== Brief ==
From the line containing "MB (target <" down to the last line of the material, return those lines verbatim and only those.

== Source records ==
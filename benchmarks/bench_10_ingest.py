"""Ingest speed: the full ingest of the 5,000 x 24 fleet against a bare DuckDB read_csv of the same files.

Each run happens in a child process, so peak memory is that child's ru_maxrss. Prints rows/s of
both, their ratio (target >= 0.5) and peak memory (target < 2 GB).

The ingest is every file of the manifest through `iter_ingest` (validation, conversion,
quarantine, duplicates, one transaction and ledger row per file). Its rows/s is timed inside the
child from the first file to the last commit, like the bare read's. The work that follows the
files once per command (check_results: expected values and verdicts for every check, which
`breathfleet run` and `breathfleet ingest` bring up to date; then the snapshot for readers) is
timed and printed separately, with the ratio that includes it.
"""

from __future__ import annotations

import json
import os
import subprocess
import sys
import time

from benchmarks.fleet import ROOT, database_path, fleet_dir

_INGEST = """
import json, os, sys
from pipeline.batch_memory import prepare_batch_process
prepare_batch_process()  # before numpy loads, as the breathfleet console script does
os.environ.setdefault("BREATHFLEET_OPERATOR_KEY", "benchmark-key")
from pipeline.demo_job import run_demo_job
from pipeline.settings import Settings
s = run_demo_job(sys.argv[1], sys.argv[2], Settings())
print(json.dumps({"rows": s.rows_read, "stored": s.rows_stored, "seconds": s.seconds}))
"""

_BARE = """
import glob, json, sys, time, duckdb
out, db = sys.argv[1], sys.argv[2]
con = duckdb.connect(db)
rows = 0
t = time.perf_counter()
for i, e in enumerate(json.load(open(out + "/manifest.json"))):
    files = sorted(glob.glob(out + "/" + e["path"]))
    con.execute(f"CREATE TABLE t{i} AS SELECT * FROM read_csv($f, union_by_name=true)", {"f": files})
    rows += con.execute(f"SELECT count(*) FROM t{i}").fetchone()[0]
con.execute("CHECKPOINT")
print(json.dumps({"rows": rows, "seconds": time.perf_counter() - t}))
"""


def _child(code: str, *args: str) -> tuple[dict, float, float]:
    """Run code in a child; return its JSON, wall seconds and peak RSS in MB."""
    started = time.perf_counter()
    with open(os.devnull, "w") as null:
        proc = subprocess.Popen([sys.executable, "-c", code, *args], cwd=ROOT, stdout=subprocess.PIPE,
                                stderr=null, text=True, env={**os.environ})
        out = proc.stdout.read()
        _, status, usage = os.wait4(proc.pid, 0)   # this child's own peak resident set (KB on Linux)
        proc.returncode = os.waitstatus_to_exitcode(status)
    wall = time.perf_counter() - started
    if proc.returncode != 0:
        raise RuntimeError(f"benchmark child failed with exit code {proc.returncode}")
    return json.loads(out.strip().splitlines()[-1]), wall, usage.ru_maxrss / 1024


def main() -> None:
    out = fleet_dir()
    db = database_path()
    work = db.with_name("ingest-bench.duckdb")
    bare = db.with_name("bare-read.duckdb")
    for p in (work, bare):
        for q in (p, p.with_name(p.name + ".wal"), p.with_name(p.name + ".snapshot")):
            q.unlink(missing_ok=True)
    b, _, peak_bare = _child(_BARE, str(out), str(bare))
    r, _, peak_ingest = _child(_INGEST, str(out), str(work))
    bare_s, parts = b["seconds"], r["seconds"]
    ingest_s = parts["ingest"]
    after_s = parts.get("check_results", 0.0) + parts.get("publish", 0.0)
    print(f"files: {out}")
    print(f"bare read_csv : {b['rows']:,} rows in {bare_s:.1f} s = {b['rows'] / bare_s:,.0f} rows/s "
          f"(peak {peak_bare:,.0f} MB)")
    print(f"full ingest   : {r['rows']:,} rows ({r['stored']:,} stored) in {ingest_s:.1f} s = "
          f"{r['rows'] / ingest_s:,.0f} rows/s")
    ratio = (r["rows"] / ingest_s) / (b["rows"] / bare_s)
    print(f"ratio ingest / bare = {ratio:.2f} (target >= 0.5); peak memory of the ingest process "
          f"{peak_ingest:,.0f} MB (target < 2,048 MB)")
    print(f"then, once    : check_results (expected values and verdicts of every check) "
          f"{parts.get('check_results', 0.0):.1f} s, snapshot for readers {parts.get('publish', 0.0):.1f} s; "
          f"ratio including them {(r['rows'] / (ingest_s + after_s)) / (b['rows'] / bare_s):.2f}")
    bare.unlink(missing_ok=True)
    if not db.exists():
        os.replace(work, db)
    else:
        work.unlink(missing_ok=True)
    work.with_name(work.name + ".snapshot").unlink(missing_ok=True)


if __name__ == "__main__":
    main()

== Task response ==
          f"{peak_ingest:,.0f} MB (target < 2,048 MB)")
    print(f"then, once    : check_results (expected values and verdicts of every check) "
          f"{parts.get('check_results', 0.0):.1f} s, snapshot for readers {parts.get('publish', 0.0):.1f} s; "
          f"ratio including them {(r['rows'] / (ingest_s + after_s)) / (b['rows'] / bare_s):.2f}")
    bare.unlink(missing_ok=True)
    if not db.exists():
        os.replace(work, db)
    else:
        work.unlink(missing_ok=True)
    work.with_name(work.name + ".snapshot").unlink(missing_ok=True)


if __name__ == "__main__":
    main()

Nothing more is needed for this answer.